Recently, Stability AI announced StableLM, its first-ever large language model (LLM) and a direct competitor to ChatGPT and the GPT-n series developed by OpenAI in cooperation with Microsoft. This is just one of the recent alternatives to OpenAI’s technology that has entered the market.
It’s worth looking at Stability AI and other base-level LLMs. Even if you’re not currently evaluating or buying, having an overview of AI options is critical for business decisions moving forward, especially if and when your company needs to build the technology into your product or operations.
Stability AI first released its famous text-to-image model Stable Diffusion in August 2022, with version 2.0 released only months later.

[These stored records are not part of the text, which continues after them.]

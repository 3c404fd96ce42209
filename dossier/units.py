"""The package's one units registry, and parsing of values as people write them."""

from __future__ import annotations

import math
import re
from functools import lru_cache

import pint

_NUMBER = r"[-+]?(?:\d+(?:\.\d*)?|\.\d+)(?:[eE][-+]?\d+)?"
_VALUE = re.compile(rf"^\s*(?P<number>{_NUMBER})\s*(?P<unit>.*?)\s*$")
_AWG = re.compile(r"^\s*AWG\s*(?P<gauge>\d{1,2}|0{1,4}|[1-4]/0)\s*$", re.IGNORECASE)

DIMENSION_NAMES = {
    "[length]": "length (e.g. 1.5 mm)",
    "[length] ** 2": "area (e.g. 0.5 mm^2)",
    "[electric_potential]": "voltage (e.g. 230 V)",
    "[current]": "current (e.g. 1.6 A)",
    "[frequency]": "frequency (e.g. 50 Hz)",
    "[temperature]": "temperature (e.g. 40 degC)",
    "[time]": "time (e.g. 10 ms)",
    "[power]": "power (e.g. 60 W)",
    "[resistance]": "resistance (e.g. 10 ohm)",
    "[capacitance]": "capacitance (e.g. 330 uF)",
    "[inductance]": "inductance (e.g. 100 uH)",
    "[magnetic_flux_density]": "flux density (e.g. 0.39 T)",
    "[energy]": "energy (e.g. 2.5 J)",
    "[thermal_resistance]": "thermal resistance (e.g. 2.5 K/W)",
    "[i2t]": "melting integral (e.g. 3.2 A^2 s)",
    "[charge]": "charge (e.g. 7 Ah)",
    "[inductance_factor]": "inductance factor A_L (e.g. 2500 nH)",
    "[voltage_per_temperature]": "voltage per kelvin (e.g. -18 mV/K)",
    "[current] / [length]": "field strength (e.g. 3500 A/m)",
    "[mass]": "mass (e.g. 0.45 kg)",
    "[specific_loss]": "loss per mass (e.g. 1.3 W/kg)",
    "[dimensionless]": "ratio or percentage (e.g. 10 %)",
}

# Dimension names the record uses beyond pint's own.
_DERIVED = {
    "[thermal_resistance]": "kelvin / watt",
    "[i2t]": "ampere ** 2 * second",
    "[charge]": "ampere * hour",
    "[inductance_factor]": "henry",
    "[magnetic_flux_density]": "tesla",
    "[energy]": "joule",
    "[power]": "watt",
    "[resistance]": "ohm",
    "[capacitance]": "farad",
    "[inductance]": "henry",
    "[electric_potential]": "volt",
    "[voltage_per_temperature]": "volt / kelvin",
    "[specific_loss]": "watt / kilogram",
    "[dimensionless]": "dimensionless",
}


class _Registry(pint.UnitRegistry):
    """pint's registry, remembering each unit text it has parsed: pint parses a prefixed or compound unit's text
    again on every conversion (`.to("mm")`), which was a tenth of the time of reviewing a build."""

    def parse_units_as_container(self, input_string, as_delta=None, case_sensitive=None):
        key = (input_string, as_delta, case_sensitive)
        parsed = self._parsed_units.get(key)
        if parsed is None:
            parsed = self._parsed_units[key] = super().parse_units_as_container(input_string, as_delta, case_sensitive)
        return parsed

    @property
    def _parsed_units(self) -> dict:
        try:
            return self.__dict__["_dossier_parsed"]
        except KeyError:
            return self.__dict__.setdefault("_dossier_parsed", {})


@lru_cache(maxsize=1)
def registry() -> pint.UnitRegistry:
    """The registry; built once and cached on disk so start-up stays quick."""
    try:
        reg = _Registry(cache_folder=":auto:", autoconvert_offset_to_baseunit=True)
    except OSError:  # the cache folder cannot be made or written (read-only home, odd XDG_CACHE_HOME): go without
        reg = _Registry(cache_folder=None, autoconvert_offset_to_baseunit=True)
    reg.formatter.default_format = "~P"
    pint.set_application_registry(reg)  # quantities unpickled from a worker process land in this registry too
    return reg


def Q_(magnitude, unit="dimensionless"):
    return registry().Quantity(magnitude, _unit(unit) if isinstance(unit, str) else unit)


@lru_cache(maxsize=1024)
def _unit(text: str) -> pint.Unit:
    """A unit parsed once: pint parses a prefixed unit's text again for every quantity (some 60 us for 'mm')."""
    return registry().Unit(text)


class UnitProblem(ValueError):
    """A value that is not a quantity of the expected dimension."""

    def __init__(self, kind: str, expected: str, found: str):
        super().__init__(kind)
        self.kind = kind
        self.expected = expected
        self.found = found


def dimensionality_of(dimension: str):
    reference = _DERIVED.get(dimension)
    if reference is not None:
        return registry().parse_units(reference).dimensionality
    return registry().get_dimensionality(dimension)


def describe_dimension(dimension: str) -> str:
    return DIMENSION_NAMES.get(dimension, dimension)


def parse_quantity(raw, dimension: str):
    """Parse '0.71 mm' (or a pint Quantity) into a Quantity of the given dimension."""
    expected = describe_dimension(dimension)
    if isinstance(raw, bool) or raw is None:
        raise UnitProblem("not_a_quantity", expected, repr(raw))
    if isinstance(raw, (int, float)):
        if dimension == "[dimensionless]":
            return Q_(raw)
        raise UnitProblem("missing_unit", expected, f"bare number {raw!r}")
    if isinstance(raw, pint.Quantity):
        quantity = raw
    elif isinstance(raw, str):
        quantity = _parse_text(raw, expected)
    else:
        raise UnitProblem("not_a_quantity", expected, type(raw).__name__)
    return _checked(quantity, dimension, expected)


def _parse_text(text: str, expected: str):
    match = _VALUE.match(text)
    if not match:
        raise UnitProblem("not_a_quantity", expected, repr(text))
    number, unit = float(match["number"]), match["unit"] or "dimensionless"
    if not math.isfinite(number):
        raise UnitProblem("not_a_quantity", expected, repr(text))
    try:
        return Q_(number, unit.replace("Ω", "ohm"))
    except Exception:  # pint's parser raises many kinds (tokenize, syntax, key errors) on odd text
        raise UnitProblem("unknown_unit", expected, f"unknown unit {unit!r}") from None


def _checked(quantity, dimension: str, expected: str):
    if quantity.dimensionality != dimensionality_of(dimension):
        raise UnitProblem("wrong_dimension", expected, f"{quantity:~P} ({_dim_text(quantity)})")
    if dimension == "[temperature]" and quantity.to("kelvin").magnitude <= 0:
        raise UnitProblem("below_absolute_zero", "a temperature above absolute zero", f"{quantity:~P}")
    return quantity


def _dim_text(quantity) -> str:
    dims = str(quantity.dimensionality)
    for name, reference in _DERIVED.items():
        if registry().parse_units(reference).dimensionality == quantity.dimensionality:
            return describe_dimension(name).split(" (")[0]
    return describe_dimension(dims).split(" (")[0]


def awg_diameter(gauge: int):
    """Bare-copper diameter of an AWG size, ASTM B258: d = 0.005 in * 92 ** ((36 - n) / 39)."""
    return Q_(0.005 * 92 ** ((36 - gauge) / 39), "inch").to("mm")


def parse_wire(raw):
    """A wire size: 'AWG 26' or a diameter such as '0.71 mm'."""
    if isinstance(raw, str):
        match = _AWG.match(raw)
        if match:
            return awg_diameter(_gauge_number(match["gauge"]))
    try:
        return parse_quantity(raw, "[length]")
    except UnitProblem as problem:
        raise UnitProblem(problem.kind, "wire size (e.g. AWG 26 or 0.71 mm)", problem.found) from None


def _gauge_number(text: str) -> int:
    if "/" in text:
        return 1 - int(text.split("/")[0])
    if set(text) == {"0"}:
        return 1 - len(text)
    return int(text)


def fmt(quantity, digits: int = 3) -> str:
    """A quantity as a practitioner writes it: a few significant digits, never in exponent form, and in the
    unit the value came in unless that makes it read badly (0.035 kA is 35 A, 5000000 µH is 5 H)."""
    quantity = readable_unit(quantity)
    magnitude = quantity.magnitude
    text = number_text(magnitude, digits) if isinstance(magnitude, float) else str(magnitude)
    unit = _unit_text(quantity.units)
    if unit in ("", "dimensionless"):
        return text
    return f"{text} {unit}"


@lru_cache(maxsize=1024)
def _unit_text(units) -> str:
    """The unit's short printed form (pint formats it afresh each time, which shows in a large build)."""
    return f"{units:~P}"


def fmt_apart(first, second, digits: int = 3, most: int = 6) -> tuple[str, str]:
    """Two quantities (a value and its limit) with as many digits as it takes to show they differ:
    14.85 V against 14.8 V is not printed '14.8 V' twice."""
    for shown in range(digits, most + 1):
        if not _print_alike(first, second, shown):
            break
    return fmt(first, shown), fmt(second, shown)


def _print_alike(first, second, digits: int) -> bool:
    if not (hasattr(first, "units") and hasattr(second, "units")) or first == second:
        return False
    try:
        return fmt(first, digits) == fmt(second.to(first.units), digits)
    except pint.DimensionalityError:
        return False


def number_text(value: float, digits: int = 3) -> str:
    """A number rounded to significant digits and written out in full: 3000, 0.0021, 14.85; never 3e+03."""
    if value == 0 or not math.isfinite(value):
        return f"{value:g}".replace("-0", "0")
    exponent = math.floor(math.log10(abs(value)))
    decimals = digits - 1 - exponent
    rounded = round(value, decimals)
    text = f"{rounded:.{max(decimals, 0)}f}"
    if "." in text:
        text = text.rstrip("0").rstrip(".")
    return "0" if text in ("-0", "") else text


# Units that take an SI prefix in the trade; lengths, areas, temperatures, times in hours stay as written.
PREFIXED_UNITS = ("volt", "ampere", "watt", "ohm", "henry", "farad", "hertz", "volt_ampere", "joule", "coulomb", "siemens", "tesla")
ENGINEERING_PREFIXES = {-12: "pico", -9: "nano", -6: "micro", -3: "milli", 0: "", 3: "kilo", 6: "mega", 9: "giga"}


def readable_unit(quantity):
    """The quantity in a better prefix of its unit when its number would read badly in the one it has:
    below 0.01 or from 100000 up, or below 1 in an already prefixed unit (0.5 kV is 500 V)."""
    parts = _prefixed_unit(quantity)
    magnitude = abs(getattr(quantity, "magnitude", 0) or 0)
    if parts is None or not math.isfinite(magnitude) or magnitude == 0:
        return quantity
    prefix, base = parts
    if 0.01 <= magnitude < 100_000 and not (prefix and magnitude < 1):
        return quantity
    in_base = abs(quantity.to(base).magnitude)
    step = min(max(math.floor(math.log10(in_base) / 3) * 3, -12), 9)
    return quantity.to(ENGINEERING_PREFIXES[step] + base)


def _prefixed_unit(quantity) -> tuple[str, str] | None:
    """(prefix, unit) for a quantity in one trade unit to the first power, e.g. ('kilo', 'ampere'); else None."""
    units = getattr(quantity, "_units", None)
    if units is None or len(units) != 1:
        return None
    (name, power), = units.items()
    return _trade_prefix(name) if power == 1 else None


@lru_cache(maxsize=1024)
def _trade_prefix(name: str) -> tuple[str, str] | None:
    prefix, base, _suffix = registry().parse_unit_name(name)[0]
    return (prefix, base) if base in PREFIXED_UNITS and prefix in ENGINEERING_PREFIXES.values() else None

They also built popular generative image products like Lensa, Wonder, and NightCafe. They have since developed models for many different modalities, including image, audio, video, and 3D. Their LLM is their first foray into AI-generated text, a competitive field currently occupied by OpenAI, Microsoft, Stanford University, Google, Meta, and others.

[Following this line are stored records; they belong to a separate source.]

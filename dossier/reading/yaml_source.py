"""Reading YAML while keeping where every key and value stands in the file."""

from __future__ import annotations

import os
import re
import stat
from dataclasses import dataclass
from pathlib import Path

import yaml

from dossier.problems import InputError, Location, Problem

MAX_BYTES = 1_000_000
MAX_NODES = 50_000
MAX_DEPTH = 40

KeyPath = tuple
PLAIN_TAGS = {f"tag:yaml.org,2002:{name}" for name in ("str", "int", "float", "bool", "null", "map", "seq", "timestamp", "merge")}


@dataclass(frozen=True)
class Spot:
    key: Location
    value: Location


class SourceMap:
    """Maps a key path such as ('barriers', 0, 'creepage') to its place in the file."""

    def __init__(self, file: str):
        self.file = file
        self._spots: dict[KeyPath, Spot] = {}

    def record(self, path: KeyPath, key: Location, value: Location) -> None:
        self._spots[path] = Spot(key, value)

    def locate(self, path: KeyPath, *, at_key: bool = False) -> Location:
        """The nearest known place for a path: the value itself, or its closest parent."""
        for end in range(len(path), -1, -1):
            spot = self._spots.get(tuple(path[:end]))
            if spot is not None:
                return spot.key if at_key and end == len(path) else spot.value
        return Location(self.file, 1, 1)

    def __contains__(self, path: KeyPath) -> bool:
        return tuple(path) in self._spots


@dataclass(frozen=True)
class Document:
    data: object
    sources: SourceMap
    text: str


def read_document(path: Path, shown_as: str | None = None) -> Document:
    """Load one YAML file safely; any problem is raised as a located InputError."""
    name = shown_as or str(path)
    text = _read_text(path, name)
    node = _compose(text, name)
    sources = SourceMap(name)
    if node is not None:
        sources.record((), _location(sources, node), _location(sources, node))
    data = _Converter(sources).convert(node, ()) if node is not None else None
    return Document(data, sources, text)


def _read_text(path: Path, name: str) -> str:
    try:
        raw = _read_bounded(path, name)
    except OSError as error:
        raise _single("file_unreadable", Location(name), found=error.strerror or str(error)) from None
    try:
        return raw.decode("utf-8-sig")
    except UnicodeDecodeError as error:
        return _bad_encoding(raw, error, name)


def _read_bounded(path: Path, name: str) -> bytes:
    """The file's bytes, never more than the limit: its size is checked before reading, and the reading stops
    one byte past the limit (a file may grow, or a special file report no size). A FIFO or a device is not
    read at all: opened without waiting, then refused by its kind."""
    descriptor = os.open(path, os.O_RDONLY | os.O_NONBLOCK | getattr(os, "O_CLOEXEC", 0))
    with os.fdopen(descriptor, "rb") as stream:
        status = os.fstat(stream.fileno())
        if not stat.S_ISREG(status.st_mode):
            raise _single("file_unreadable", Location(name), expected="a regular file", found="a folder" if stat.S_ISDIR(status.st_mode) else "a special file (FIFO, socket or device)")
        if status.st_size > MAX_BYTES:
            raise _too_large(name, status.st_size)
        raw = stream.read(MAX_BYTES + 1)
    if len(raw) > MAX_BYTES:
        raise _too_large(name, len(raw))
    return raw


def _too_large(name: str, size: int) -> InputError:
    return _single("file_too_large", Location(name), expected=f"at most {MAX_BYTES:,} bytes", found=f"{size:,} bytes")


def _bad_encoding(raw: bytes, error: UnicodeDecodeError, name: str):
    before = raw[: error.start]
    line = before.count(b"\n") + 1
    column = error.start - (before.rfind(b"\n") + 1) + 1
    found = f"byte 0x{raw[error.start]:02x}"
    raise _single("not_utf8", Location(name, line, column), expected="UTF-8 text", found=found)


class _BoundedLoader(yaml.SafeLoader):
    """Composes nodes while counting them and their depth, so a file that is too large or too deep is
    refused as soon as the limit is passed (not after composing it all, nor by running out of stack)."""

    def __init__(self, text: str, name: str):
        super().__init__(text)
        self.name = name
        self.nodes = 0
        self.depth = 0

    def compose_node(self, parent, index):
        self.nodes += 1
        self.depth += 1
        try:
            self._guard()
            return super().compose_node(parent, index)
        finally:
            self.depth -= 1

    def _guard(self) -> None:
        if self.nodes <= MAX_NODES and self.depth <= MAX_DEPTH + 1:  # the top node is at depth 1 here, 0 below
            return
        mark = self.peek_event().start_mark
        where = Location(self.name, mark.line + 1, mark.column + 1)
        if self.nodes > MAX_NODES:
            raise _too_many(where)
        raise _single("too_deep", where, expected=f"nesting at most {MAX_DEPTH} levels")


def _compose(text: str, name: str):
    loader = None
    try:
        loader = _BoundedLoader(text, name)  # the reader checks every character here
        return loader.get_single_node()
    except yaml.MarkedYAMLError as error:
        mark = error.problem_mark or error.context_mark
        location = Location(name, mark.line + 1, mark.column + 1) if mark else Location(name)
        raise _single("yaml_syntax", location, **_syntax_details(error.problem or str(error)), hint=_syntax_context(error)) from None
    except yaml.reader.ReaderError as error:
        location = _offset_location(text, error.position, name)
        raise _single("control_character", location, expected="printable text", found=f"character U+{ord(error.character) if isinstance(error.character, str) else error.character:04X}") from None
    except yaml.YAMLError as error:
        raise _single("yaml_syntax", Location(name, 1, 1), found=str(error)) from None
    finally:
        if loader is not None:
            loader.dispose()


# The YAML reader words its problems as "found X", "expected X, but found Y" and the like; split them so
# they read as dossier's own "expected ..., found ..." without saying "found" twice.
_SYNTAX_WORDING = (
    re.compile(r"expected (?P<expected>.+?),? but (?:found|got) (?P<found>.+)"),
    re.compile(r"could not find expected (?P<expected>.+)"),
    re.compile(r"(?:but )?found (?P<found>.+)"),
)


def _syntax_details(problem: str) -> dict:
    for pattern in _SYNTAX_WORDING:
        match = pattern.fullmatch(problem)
        if match:
            return {key: value for key, value in match.groupdict().items() if value}
    return {"found": problem}


def _too_many(where: Location) -> InputError:
    return _single("too_many_nodes", where, expected=f"at most {MAX_NODES:,} values (aliases count each time they are used)")


def _offset_location(text: str, offset: int, name: str) -> Location:
    before = text[:offset]
    return Location(name, before.count("\n") + 1, offset - (before.rfind("\n") + 1) + 1)


def _syntax_context(error: yaml.MarkedYAMLError) -> str:
    """Where the construct that the error broke off began, e.g. the '[' of an unclosed list."""
    mark, context = error.context_mark, error.context
    if not (mark and context) or mark is error.problem_mark:
        return ""
    return f"{context} that began at line {mark.line + 1}, column {mark.column + 1}"


def _single(code: str, location: Location, **details) -> InputError:
    return InputError([Problem(code, location, **details)])


def _location(sources: SourceMap, node) -> Location:
    return Location(sources.file, node.start_mark.line + 1, node.start_mark.column + 1)


class _Converter:
    """Turns composed nodes into plain data, bounding size and depth (aliases count each time used)."""

    def __init__(self, sources: SourceMap):
        self.sources = sources
        self.count = 0
        self.constructor = yaml.constructor.SafeConstructor()

    def convert(self, node, path: KeyPath, depth: int = 0):
        self._guard(node, depth)
        if isinstance(node, yaml.MappingNode):
            return self._mapping(node, path, depth)
        if isinstance(node, yaml.SequenceNode):
            return [self._item(child, path + (i,), depth) for i, child in enumerate(node.value)]
        return self._scalar(node, path)

    def _guard(self, node, depth: int) -> None:
        self.count += 1
        where = _location(self.sources, node)
        if self.count > MAX_NODES:
            raise _too_many(where)
        if depth > MAX_DEPTH:
            raise _single("too_deep", where, expected=f"nesting at most {MAX_DEPTH} levels")
        if node.tag not in PLAIN_TAGS:
            raise _single("yaml_tag", where, expected="plain YAML values", found=f"tag {node.tag}")

    def _item(self, child, path: KeyPath, depth: int):
        where = _location(self.sources, child)
        self.sources.record(path, where, where)
        return self.convert(child, path, depth + 1)

    def _mapping(self, node, path: KeyPath, depth: int) -> dict:
        result: dict = {}
        for key_node, value_node in node.value:
            if key_node.tag == "tag:yaml.org,2002:merge":
                raise _single("merge_key", _location(self.sources, key_node), found="'<<' merge key", hint="write the keys out in full")
            key = self._key(key_node)
            if key in result:
                raise _single("duplicate_key", _location(self.sources, key_node), key=_dotted(path + (key,)), found=f"{key!r} given twice")
            self.sources.record(path + (key,), _location(self.sources, key_node), _location(self.sources, value_node))
            result[key] = self.convert(value_node, path + (key,), depth + 1)
        return result

    def _key(self, node):
        if not isinstance(node, yaml.ScalarNode):
            raise _single("bad_key", _location(self.sources, node), expected="a plain key", found="a list or mapping used as a key")
        return str(self._scalar(node, ()))

    def _scalar(self, node, path: KeyPath):
        try:
            return self.constructor.construct_object(node, deep=True)
        except (yaml.constructor.ConstructorError, ValueError) as error:
            found = getattr(error, "problem", None) or str(error)
            raise _single("yaml_value", _location(self.sources, node), key=dotted(path), found=found) from None


def _dotted(path: KeyPath) -> str:
    return dotted(path)


def dotted(path) -> str:
    """('barriers', 0, 'creepage') -> 'barriers[0].creepage'."""
    text = ""
    for part in path:
        text += f"[{part}]" if isinstance(part, int) else (f".{part}" if text else str(part))
    return text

Risks of Proprietary Base-Level Models
Unlike these other players, however, Stability AI takes a more open approach. StableLM is open-sourced under the CC BY-SA-4.0 license, whereas base-level models like DALL-E as developed by OpenAI aren’t. This means you are free to examine the Stability AI model in depth, share it, use it anywhere, and make your own modifications — as long as you credit the creators.
Stability AI encourages developers to examine the StableLM base model and how it was trained. OpenAI, despite its name, has not offered similar transparency.
Other companies including Meta and Google build AI into their products with little to no explanation of the underlying models or their quality. The ramifications of this for early adopters of generative AI are significant: If you build base-level models like those of OpenAI into your product stack, you naturally take on the risk that the model may not function how you intended, the risk that OpenAI discontinues the service, or that their service just doesn’t meet your specific needs. On the other hand, using an open-source model like StableLM gives you more control and technical insight that you can leverage to make sure the technology is doing what it should.
Which companies are the most important vendors in AI and hyperautomation? Check out the Acceleration Economy AI/Hyperautomation Top 10 Shortlist.
Base-Level Model Provider Options
Stability AI is not the only other option. Many other organizations are building base-level models for images, text, 3D, and more. Menlo Park-based Together recently released RedPajama, another open-sourced model developed in partnership with Ontocord AI, Stanford CRFM, ETH DS3Lab, Hazy Research, and the MILA Québec AI Institute.
Cohere is another LLM provider worth checking out, as they recently partnered with Oracle to continue providing full-stack enterprise-grade AI software.
California-based Hippocratic AI recently announced a $50 million seed round co-led by Andreessen Horowitz and General Catalyst to build LLMs for the healthcare industry and its specific needs around safety, privacy, and reliability.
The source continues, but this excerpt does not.